October 2004
Special Focus

Advanced drilling technology benefits mature field

Highly complex and faulted geology in southern Oklahoma, coupled with the high dip angles, creates a challenging drilling environment. The inclination-building tendencies of these formations compel operators to use a steerable motor with a bend angle to construct boreholes that are intended to be nearly vertical. To address these issues, Chesapeake Energy recently applied VertiTrak (VT), a sophisticated straight-hole drilling device, together with a new-style, reduced-exposure Genesis PDC bit, to enable the operator to save considerable rig time and increase ROP while delivering quality wellbores, resulting in minimal casing wear, reduced torque and drag, and improving casing-cement jobs.
Vol. 225 No. 10

Drilling Report

Advanced drilling technology benefits mature field

The straight-hole drilling technology, combined with a new bit design, reduced casing wear while improving torque, drag, cementing operations and ROP, thus saving the operator over $150,000.
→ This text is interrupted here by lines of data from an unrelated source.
def _powders(c: _Chunk, ctx: _Context, i: int, cols: list[int]):
    """What `formulation.mixture` resolves once per powder, for the solids `cols` of row i:
    shape factors, intrinsic viscosities, own packing limits (when any is given), the size
    distributions on one class grid, and the warnings given on the way; or the error."""
    try:
        with warnings_module.catch_warnings(record=True) as caught:
            warnings_module.simplefilter("always")
            dists = []
            for j in cols:
                dist = _distribution(ctx, c.table[i, j], float(c.d50[i, j]),
                                     float(c.spread[i, j]))
                if isinstance(dist, LoadlineError):
                    raise dist
                dists.append(dist)
            sphere = packing.phi_max_for_aspect_ratio(1.0)
            shape = np.array([packing.phi_max_for_aspect_ratio(float(c.aspect[i, j])) / sphere
                              for j in cols])
            eta = np.array([float(c.intrinsic_given[i, j]) if not math.isnan(
                c.intrinsic_given[i, j]) else packing.intrinsic_viscosity_for_aspect_ratio(
                float(c.aspect[i, j])) for j in cols])
            own = None
            if any(not math.isnan(c.phi_max_given[i, j]) for j in cols):
                own = np.array([float(c.phi_max_given[i, j]) if not math.isnan(
                    c.phi_max_given[i, j]) else shape[m] * packing.max_packing(
                    dists[m].diameters_m, dists[m].fractions) for m, j in enumerate(cols)])
            grid = np.unique(np.concatenate([x.diameters_m for x in dists]))
            fractions = np.zeros((len(dists), grid.size))
            for m, x in enumerate(dists):
                fractions[m, np.searchsorted(grid, x.diameters_m)] = x.fractions
        text = "; ".join(dict.fromkeys(str(w.message) for w in caught))
        return {"shape": shape, "intrinsic": eta, "own": own, "diameters": grid,
                "fractions": fractions, "notes": text}
    except LoadlineError as err:
        return err


def _by_relation(names: np.ndarray, kind: str, call: Callable) -> np.ndarray:
    """`call(spec, selection)` for each relation named in `names`, assembled over the rows."""
    out = np.empty(len(names))
    for name in pd.unique(names):
        sel = names == name
        out[sel] = call(get_model(name, kind=kind), sel)
    return out


class _Flow:
    """Row arrays of one chunk for the flow answers, as engine rows (`rows`) and notes.

    The inputs `engine.row_inputs` gives for a formulation, resolved for every row of the
    chunk at once: the droplets' viscosity ratio, the Sauter radius of all solids (the
    Brownian radius), the swelling of adsorbed layers. `plateaus` and `medium` serve the
    row notes only (the same wording as `shear.flow_curve`). Methods take row indices `k`
    (repeats allowed) and arrays over them.
    """

    def __init__(self, c: _Chunk, st: _State, sauter):
        self.relation, self.droplet_relation = c.relation, c.droplet_relation
        self.eta_l, self.phi_max, self.intrinsic = st.eta_l, st.phi_max, st.intrinsic
        self.phi_solids, self.phi_eff = st.phi_solids, st.phi_solids_eff
        self.phi_droplets = st.phi_droplets
        solid = c.present & c.is_solid
        drop = c.present & ~c.is_solid
        phi = np.nan_to_num(st.phi)
        with np.errstate(invalid="ignore", divide="ignore"):
            half = np.where(solid & np.isfinite(sauter), 0.5 * sauter, 1.0)
            self.swelling = np.where(solid, (1.0 + np.nan_to_num(c.layer) / half) ** 3, 1.0)
            self.mean_swelling = (np.where(solid, self.swelling, 0.0).sum(axis=1)
                                  / np.maximum(solid.sum(axis=1), 1))
            volume = np.where(solid, phi, 0.0)
            total = volume.sum(axis=1)
            radius = total / np.where(solid, volume / half, 0.0).sum(axis=1)
            self.radius = np.where(total > 0, radius, np.nan)      # formulation._solid_radius_m
            self.stress_scale = (shear.CRITICAL_REDUCED_STRESS * shear.BOLTZMANN_J_PER_K
                                 * c.temperature_K / self.radius**3)
            eta_d = np.where(np.isnan(c.droplet_viscosity), self.eta_l[:, None],
                             c.droplet_viscosity)
            dropped = np.where(drop, phi, 0.0)
            self.ratio = (np.where(drop, phi * eta_d, 0.0).sum(axis=1) / dropped.sum(axis=1)
                          / self.eta_l)
        self.has_droplets = drop.any(axis=1) & (self.phi_droplets > 0)
        self.phi = phi
        self.temperature_K = c.temperature_K
        self.onset = c.onset
        self.frictional = np.where(np.isnan(c.frictional),
                                   formulation.FRICTIONAL_RATIO * self.phi_max, c.frictional)
        # The liquid law of each row (presets are Newtonian at their viscosity).
        self.law = np.where(_among(c.liquid, ["water", "glycerol-water"]), "newtonian",
                            c.liquid).astype(object)
        self.law_params = {"viscosity_Pa_s": np.where(self.law == "newtonian", self.eta_l,
                                                      np.nan)}
        for name, params in _laws(c, _shift(c)).items():
            on = self.law == name
            for k, v in params.items():
                self.law_params.setdefault(k, np.full(c.rows.n, np.nan))[on] = v[on]
        has_phi_max = np.zeros(c.rows.n, bool)
        for name in pd.unique(c.relation[c.rows.ok]):
            spec = get_model(name, kind="suspension")
            has_phi_max[c.relation == name] = "phi_max" in spec.param_names()
        self.brownian = has_phi_max & np.isfinite(self.radius)

    def relation_at(self, k, phi, phi_max):
        """Relative viscosity of the solids' relation at phi and a packing limit."""
        def call(spec, sel):
            params = spec.defaults()
            known = {"phi_max": phi_max[sel], "intrinsic_viscosity": self.intrinsic[k][sel]}
            params.update({n: v for n, v in known.items() if n in params})
            return spec.func(phi[sel], **params)

        return _by_relation(self.relation[k], "suspension", call)

    def droplet_share(self, k, bare):
        """Droplets' volume fraction in liquid + droplets, as `formulation.droplet_factor`."""
        return np.minimum(self.phi_droplets[k] / np.maximum(1.0 - bare, 1e-12), 1.0)

    def emulsion_params(self, spec, sel, k):
        params = spec.defaults()
        if "viscosity_ratio" in params:
            params["viscosity_ratio"] = self.ratio[k][sel]
        return params

    def medium(self, k, bare):
        """Relative viscosity of the droplets in the liquid (1 without droplets)."""
        out = np.ones(len(k))
        on = self.has_droplets[k]
        if on.any():
            kk, share = k[on], self.droplet_share(k[on], bare[on])
            out[on] = _by_relation(self.droplet_relation[kk], "emulsion", lambda spec, sel: (
                spec.func(share[sel], **self.emulsion_params(spec, sel, kk))))
        return out

    def plateaus(self, k, phi):
        """High-shear and zero-shear relative viscosity of the solids (inf: no flow, and no
        Brownian term, respectively), and where the radius leaves the Brownian term out."""
        g_hs = np.full(len(k), np.inf)
        live = phi < 1.0
        g_hs[live] = self.relation_at(k[live], phi[live], self.phi_max[k][live])
        coarse = self.brownian[k] & (self.radius[k] > shear.BROWNIAN_RADIUS_LIMIT_m)
        brown = live & self.brownian[k] & ~coarse
        g0 = np.full(len(k), np.inf)
        g0[brown] = self.relation_at(k[brown], phi[brown],
                                     formulation.ZERO_SHEAR_RATIO * self.phi_max[k][brown])
        return g_hs, g0, coarse

    def rows(self, k) -> engine.FormulationSet:
        """Rows `k` as an engine `FormulationSet` (`engine.row_inputs` of each row)."""
        n = len(k)
        eff, bare = self.phi_eff[k], self.phi_solids[k]
        swelling = np.where(bare > 0, eff / np.where(bare > 0, bare, 1.0),
                            self.mean_swelling[k])
        nan = np.full(n, np.nan)
        return engine.FormulationSet(
            phi=eff, phi_solids=bare, swelling=swelling, phi_droplets=self.phi_droplets[k],
            phi_max=self.phi_max[k],
            phi_max_frictional=np.where(np.isnan(self.onset[k]), nan, self.frictional[k]),
            onset_stress_Pa=self.onset[k],
            radius_m=np.where(self.brownian[k], self.radius[k], np.nan),
            temperature_K=self.temperature_K[k], yield_stress_Pa=np.zeros(n),
            has_solids=np.ones(n, bool), liquid_law=self.law[k],
            liquid_params={p: v[k] for p, v in self.law_params.items()},
            relation=self.relation[k],
            relation_params={"intrinsic_viscosity": self.intrinsic[k]},
            droplet_model=self.droplet_relation[k],
            droplet_params={"viscosity_ratio": self.ratio[k]},
            network=np.full(n, None, dtype=object))

    def bare(self, k, phi):
        """Bare solids fraction when the solids are scaled to effective fraction `phi`."""
        eff = self.phi_eff[k]
        return np.where(eff > 0, self.phi_solids[k] * phi / np.where(eff > 0, eff, 1.0),
                        phi / self.mean_swelling[k])
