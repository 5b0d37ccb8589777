"""Other ways to look for good orderings, kept to measure the search against (compare, benchmarks).

- shuffle_and_reject: the common lab practice. Shuffle each run's trials, throw the shuffle away
  if any rule fails, keep the best-scoring survivor.
- genetic: a genetic algorithm in the usual form (Holland 1975, "Adaptation in Natural and
  Artificial Systems"; Goldberg 1989, "Genetic Algorithms in Search, Optimization, and Machine
  Learning"), made as strong as we could as the peer the search must beat (issue 9):
  a population of valid orderings (rows of codes, numpy throughout); parents chosen by
  tournaments (Goldberg 1989, ch. 5); two-point crossover inside one run, with the trial counts
  repaired inside the stretch taken from the second parent, and other runs taken whole from either
  parent; mutation by random swaps within a run and by reversing a short stretch (inversion,
  Holland 1975, ch. 6); repair of rule violations by swapping away trials the broken rules name,
  children still invalid dropped; random immigrants every generation (Grefenstette 1992,
  "Genetic algorithms for changing environments", in Parallel Problem Solving from Nature 2),
  which keep the population from collapsing onto one design; elitism, here as (mu + lambda)
  selection of the best of parents and children (Baeck & Schwefel 1993, "An overview of
  evolutionary algorithms for parameter optimization"), which measured better than generational
  replacement on our scenarios. Fitness is the same `Scorer.score_many` the search uses, on
  whole generations at once.
- random_valid: the best of designs sampled from CP-SAT (valid by construction).

All take the same Scorer and Judge as the search, so their scores compare directly; each stops at
a wall-clock budget or an evaluation count (the count makes tests deterministic). Every design they
report passes `Judge.ok` (every rule's check); the batch checks that screen children on the way
(BatchJudge) are held to the rules' checks by tests/test_baselines.py.
"""

from __future__ import annotations

import time
from dataclasses import dataclass, field

import numpy as np

from seqsolve.errors import InternalError
from seqsolve.objective import Scorer
from seqsolve.rules.max_run import MaxRun
from seqsolve.rules.min_gap import MinGap
from seqsolve.rules.participants_differ import ParticipantsDiffer
from seqsolve.rules.positions import Position as PositionRule
from seqsolve.rules.run_boundary import RunBoundary
from seqsolve.rules.transitions import BalancedTransitions, ForbiddenTransition
from seqsolve.search import Judge, Search, SearchOptions
from seqsolve.solve import derive_seed, sample_orderings
from seqsolve.spec import Study


@dataclass
class Trace:
    """Best design found by a method, and how the best score grew over time."""

    method: str
    runs: list[np.ndarray] | None = None
    score: float = float("-inf")
    evaluations: int = 0  # designs scored
    tried: int = 0  # candidates generated (valid or not)
    curve: list[tuple[float, float]] = field(default_factory=list)  # (seconds, best score)
    seconds: float = 0.0

    def offer(self, runs: list[np.ndarray], score: float, t0: float) -> None:
        if score > self.score:
            self.runs, self.score = runs, float(score)
            self.curve.append((time.perf_counter() - t0, self.score))

    def at(self, seconds: float) -> float | None:
        """Best score reached within the first `seconds` (None: nothing valid by then)."""
        best = None
        for t, s in self.curve:
            if t <= seconds:
                best = s
        return best


def _done(t0: float, budget: float | None, trace: Trace, evaluations: int | None) -> bool:
    if budget is not None and time.perf_counter() - t0 >= budget:
        return True
    return evaluations is not None and trace.tried >= evaluations


# -- many designs checked at once ---------------------------------------------------------------
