function holdingCheck(ctx: ArmContext, arm: ArmDocument, tauHold: Float64Array): HoldingCheck {
  const { model } = ctx;
  const n = model.n;
  const util = Array.from({ length: n }, (_, i) => (model.maxTorque[i] > 0 ? Math.abs(tauHold[i]) / model.maxTorque[i] : null));
  const common = { gravityTorque: Array.from(tauHold), torqueUtilisation: util };
  if (ctx.hasTorqueLimits) {
    // Jacobian at the payload CoG is in ctx.jac (set by the caller).
    const cap = payloadCapacity(tauHold, ctx.jac, n, model.maxTorque);
    // The payload alone at its CoG: τ without the payload's weight, then the ratio test along it.
    const mp = ctx.payloadMass;
    const perKg = new Float64Array(n);
    for (let c = 0; c < n; c++) perKg[c] = ctx.jac[2 * n + c] * STANDARD_GRAVITY;
    const withoutPayload = Float64Array.from(tauHold, (v, c) => v - mp * perKg[c]);
    const alone = capacityAlong(withoutPayload, perKg, model.maxTorque);
    const holdable = alone.status === "overloaded" ? 0 : alone.capacity;
    if (cap.status === "overloaded") {
      const j = cap.limitingJoint!;
      return {
        ...common, verdict: "fails",
        reason: `cannot hold the ${num(ctx.toolMass, 1)} kg tool and ${num(mp, 1)} kg payload here: joint ${j} needs ${pct(util[j - 1]!)} of its torque limit` +
          (holdable !== null && holdable > 0 ? ` (at most ${num(holdable, 1)} kg of payload at the payload CoG with this tool)` : ""),
        extraPayloadCapacity: 0, holdablePayload: holdable, payloadCapacity: 0, limitingJoint: j, basis: "torque-limits",
      };
    }
    const extra = cap.extraMass;
    const total = extra === null ? null : extra + ctx.loadMass;
    return {
      ...common, verdict: "meets",
      reason: extra === null ? "holds the load (no limited joint carries extra weight here)"
        : `holds up to ${num(holdable!, 1)} kg of payload at the payload CoG with the ${num(ctx.toolMass, 1)} kg tool (limiting joint ${cap.limitingJoint})`,
      extraPayloadCapacity: extra, holdablePayload: holdable, payloadCapacity: total, limitingJoint: cap.limitingJoint, basis: "torque-limits",
    };
  }
  const rated = arm.specs?.ratedPayload;
  if (ctx.loadMass === 0) return { ...common, verdict: "meets", reason: "no tool or payload mass", extraPayloadCapacity: null, holdablePayload: null, payloadCapacity: null, limitingJoint: null, basis: "none" };
  if (rated !== undefined) {
    const ok = ctx.loadMass <= rated;
    return {
      ...common, verdict: ok ? "meets" : "fails",
      reason: `${ok ? "" : "cannot hold: "}tool + payload ${num(ctx.loadMass, 2)} kg ${ok ? "within" : "exceeds"} the rated payload ${num(rated, 2)} kg (datasheet; no joint torque limits to check the pose)`,
      extraPayloadCapacity: rated - ctx.loadMass, holdablePayload: Math.max(0, rated - ctx.toolMass), payloadCapacity: rated, limitingJoint: null, basis: "rated-payload",
    };
  }
  return { ...common, verdict: "unknown", reason: `holding the ${num(ctx.loadMass, 2)} kg load not checked: no joint torque limits and no rated payload`, extraPayloadCapacity: null, holdablePayload: null, payloadCapacity: null, limitingJoint: null, basis: "none" };
}

function forceCheck(ctx: ArmContext, tauHold: Float64Array, force: readonly number[], moment: readonly number[]): ForceCheck {
  const { model } = ctx;
  const n = model.n;
  const fN = Math.hypot(force[0], force[1], force[2]), mN = Math.hypot(moment[0], moment[1], moment[2]);
  const w = [force[0], force[1], force[2], moment[0], moment[1], moment[2]];
  const b = transposeTimes(ctx.jac, 6, n, w);
  const r = capacityAlong(tauHold, b, model.maxTorque);
  const est = ellipsoidEstimateAlong(ctx.jac, 6, n, model.maxTorque, w);
  const what = fN > 0 && mN > 0 ? `${num(fN, 0)} N with ${num(mN, 1)} N·m` : fN > 0 ? `${num(fN, 0)} N` : `${num(mN, 1)} N·m`;
  const base = { force: [...force], moment: [...moment], status: r.status, limitingJoint: r.limitingJoint, ellipsoidEstimateRatio: est };
  if (r.status === "no-limits") {
    return { ...base, verdict: "unknown", reason: `required ${what} not checked: no joint torque limits on the datasheet`, capacityRatio: null, forceCapacity: null, momentCapacity: null };
  }
  if (r.status === "unbounded") {
    return { ...base, verdict: "meets", reason: `required ${what}: carried by the structure at this pose (no limited joint feels it)`, capacityRatio: null, forceCapacity: null, momentCapacity: null };
  }
  const s = r.capacity!;
  const cap = fN > 0 ? `${num(s * fN, 0)} N` : `${num(s * mN, 1)} N·m`;
  const estText = est === null ? "" : ` (6-D torque-ellipsoid estimate at the TCP ${fN > 0 ? `${num(est * fN, 0)} N` : `${num(est * mN, 1)} N·m`}, not used)`;
  const verdict: Verdict = s < 1 ? "fails" : s < 1 + FORCE_MARGINAL_FRACTION ? "marginal" : "meets";
  const reason = r.status === "overloaded"
    ? `required ${what} impossible: holding the load already exceeds joint ${r.limitingJoint}'s torque limit`
    : `${verdict === "fails" ? "cannot apply" : "can apply"} the required ${what}: capability ${cap} along it after gravity, limiting joint ${r.limitingJoint}${verdict === "marginal" ? ` (within ${pct(FORCE_MARGINAL_FRACTION)})` : ""}${estText}`;
  return { ...base, verdict, reason, capacityRatio: s, forceCapacity: fN > 0 ? s * fN : null, momentCapacity: mN > 0 ? s * mN : null };
}

function wristCheck(ctx: ArmContext, arm: ArmDocument, req: RequirementSet, q: Float64Array): WristCheck {
  const allow = arm.specs?.wristAllowables ?? [];
  if (allow.length === 0) return { verdict: "unknown", reason: "wrist load not checked: the datasheet gives no allowable wrist moments or inertias", axes: [] };
  if (ctx.loadMass === 0) return { verdict: "meets", reason: "no wrist load", axes: [] };
  const { model, data } = ctx;
  computeJacobian(model, data, q, ctx.jac); // runs FK: data.frames and data.toolPose at q
  const tcpPose = data.toolPose;
  const toolPointPose = mul4(tcpPose, ctx.tcpInverse);
  const bodies: WristBody[] = [
    { mass: req.tool.mass, cog: transformPointRigid(toolPointPose, req.tool.cog), rotation: rotationOf(toolPointPose), inertia: req.tool.inertia ?? null },
    { mass: req.payload.mass, cog: transformPointRigid(tcpPose, req.payload.cog), rotation: rotationOf(tcpPose), inertia: req.payload.inertia ?? null },
  ];
  const axes: WristAxisCheck[] = [];
  let verdict: Verdict = "meets";
  const reasons: string[] = [];
  for (const a of allow) {
    const ax = jointAxisWorld(model, data, a.joint, new Float64Array(6));
    const load = wristAxisLoad([ax[0], ax[1], ax[2]], [ax[3], ax[4], ax[5]], bodies);
    let v: Verdict = "meets";
    const why: string[] = [];
    if (a.moment !== undefined) {
      if (load.momentAtPose > a.moment) { v = "fails"; why.push(`moment ${num(load.momentAtPose)} N·m > allowable ${num(a.moment)} N·m`); }
      else if (load.momentWorstCase > a.moment) { v = worseVerdict(v, "marginal"); why.push(`moment ${num(load.momentAtPose)} N·m here but up to ${num(load.momentWorstCase)} N·m in other wrist orientations > allowable ${num(a.moment)} N·m`); }
    }
    if (a.inertia !== undefined) {
      if (load.inertia > a.inertia) { v = "fails"; why.push(`inertia ${num(load.inertia, 4)} kg·m² ${load.inertiaComplete ? "" : "(point-mass lower bound) "}> allowable ${num(a.inertia, 4)} kg·m²`); }
      else if (!load.inertiaComplete) { v = worseVerdict(v, "unknown"); why.push(`inertia not checked: tool or payload inertia not given (point-mass value ${num(load.inertia, 4)} kg·m²)`); }
    }
    if (a.moment === undefined && a.inertia === undefined) { v = "unknown"; why.push("no allowable values given"); }
    axes.push({ joint: a.joint, momentAtPose: load.momentAtPose, momentWorstCase: load.momentWorstCase, inertia: load.inertia, inertiaComplete: load.inertiaComplete, allowableMoment: a.moment ?? null, allowableInertia: a.inertia ?? null, verdict: v, reason: why.join("; ") || "within the allowable values" });
    verdict = worseVerdict(verdict, v);
    if (v !== "meets") reasons.push(`joint ${a.joint}: ${why.join("; ")}`);
  }
  return { verdict, reason: reasons.length ? `wrist load ${reasons.join("; ")}` : "wrist load within the allowable values", axes };
}
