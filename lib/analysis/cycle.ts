/**
 * Cycle time of a task sequence (docs/design.md#cycle-time): synchronised point-to-point joint
 * moves under speed and acceleration limits (trapezoidal, or triangular when too short to reach
 * full speed), path steps at the speed they are actually followed at, waits, over a closed cycle;
 * the branch of every move step chosen over the whole sequence by dynamic programming over a
 * layered graph. Pure: no I/O, SI units (s, rad or m, rad/s or m/s, rad/s² or m/s²).
 */
import type { ArmDocument } from "@/shared/schemas/arm";
import type { RequirementSet, Sequence } from "@/shared/schemas/requirements";
import type { ArmAnalysis } from "./shortlist";
import { fixed } from "@/shared/format";

/**
 * Time a joint without an acceleration limit is assumed to take to reach full speed (s): an
 * assumed value, no source (docs/design.md#cycle-time). Results resting on it are estimates.
 */
export const ASSUMED_ACCELERATION_TIME = 0.5;

/** Joint limits the model uses: NaN (or ≤ 0) where the arm states none. */
interface CycleLimits {
  n: number;
  maxSpeed: ArrayLike<number>;
  maxAcceleration: ArrayLike<number>;
}

/** Speed and acceleration per joint with the assumed values filled in. */
interface EffectiveLimits {
  n: number;
  speed: Float64Array;
  acceleration: Float64Array;
  /** 1-based joints whose acceleration was assumed. */
  assumedAcceleration: number[];
  /** 1-based joints with no speed limit (the cycle is then unknown). */
  missingSpeed: number[];
}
Gary Poulain and Dave Winchester, Chesapeake Energy Corp.; Sandeep Janwadkar, Baker Hughes OASIS; Matthew Isbell, Hughes Christensen and Wolfgang John , Baker Hughes INTEQ

Highly complex and faulted geology in southern Oklahoma, coupled with the high dip angles, creates a challenging drilling environment. The inclination-building tendencies of these formations compel operators to use a steerable motor with a bend angle to construct boreholes that are intended to be nearly vertical. To address these issues, Chesapeake Energy recently applied VertiTrak (VT), a sophisticated straight-hole drilling device, together with a new-style, reduced-exposure Genesis PDC bit, to enable the operator to save considerable rig time and increase ROP while delivering quality wellbores, resulting in minimal casing wear, reduced torque and drag, and improving casing-cement jobs.

BACKGROUND

Drilling the 12-1/4-in. hole section on the Emmons 2-1 saved the operator five days of rig time, which translated into about $154,000 saved. Building on this success, Chesapeake applied the new BHA combination to drill the Barbara 1-18, which enabled the operator to drill the entire 8-3/4-in. hole section on the Barbara 1-18 with one bit, thus saving 3.6 days of rig time. The record 7,940-ft section was drilled by a single Hughes Christensen Genesis PDC bit at an average ROP of 33 ft/hr, resulting in a net savings of $73,000 relative to the cost of the offset well.

The following two wells were drilled in Caddo County, Oklahoma. They demonstrate the favorable results achieved due to offset well analysis, planning, implementation and the use of high-end drilling technology to solve specific challenges in this mature area.

Case study 1. The following information is provided as background reference for drilling the 12-1/4-in. hole sections in several offset wells. The 17-1/2-in. surface hole was drilled to a depth of about 1,000 – 1,400 ft, followed by the 12-1/4-in. section that typically bottomed around 9,800 – 12,300 ft. In most cases, inclination reached 8° over the 12-1/4-in. section, Fig. 1. Directional drilling assemblies reduced wellbore inclination but resulted in dogleg severity (DLS) reaching 4°/100 ft. Additionally, up to four bits were required to drill the 12-1/4-in. interval from 3,500 – 8,300 ft further inflating the cost/ft. Best offset ROP was 40 ft/hr.

Fig 1

Fig. 1. Inclination and DLS plots of Emmons 2-1 and Offset Well 1.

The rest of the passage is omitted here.